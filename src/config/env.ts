/**
 * Client configuration, parsed once with zod at start-up from Vite's `import.meta.env`.
 * The client is served by the same Express process as the API, so the defaults need no setting.
 */
import { z } from 'zod';

const EnvSchema = z.object({
  MODE: z.string().default('production'),
  DEV: z.boolean().default(false),
  VITE_PHASELOOM_API_BASE: z
    .string()
    .regex(/^\/[A-Za-z0-9/_-]*[^/]$/, 'a same-origin path such as /api, without a trailing slash')
    .default('/api'),
});

function parseEnv(source: Record<string, unknown>) {
  const parsed = EnvSchema.safeParse(source);
  if (!parsed.success) {
    const lines = parsed.error.issues.map((i) => `${i.path.join('.')}: ${i.message}`);
    throw new Error(`bad client configuration:\n${lines.join('\n')}`);
  }
  return {
    mode: parsed.data.MODE,
    isDev: parsed.data.DEV,
    apiBase: parsed.data.VITE_PHASELOOM_API_BASE,
  };
}

export const env = parseEnv(import.meta.env as Record<string, unknown>);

☆ ☆ ☆

§ Exercise: Wherever a line contains the string "meta", copy that line from the data.

§ Response for this exercise:
 * Client configuration, parsed once with zod at start-up from Vite's `import.meta.env`.
export const env = parseEnv(import.meta.env as Record<string, unknown>);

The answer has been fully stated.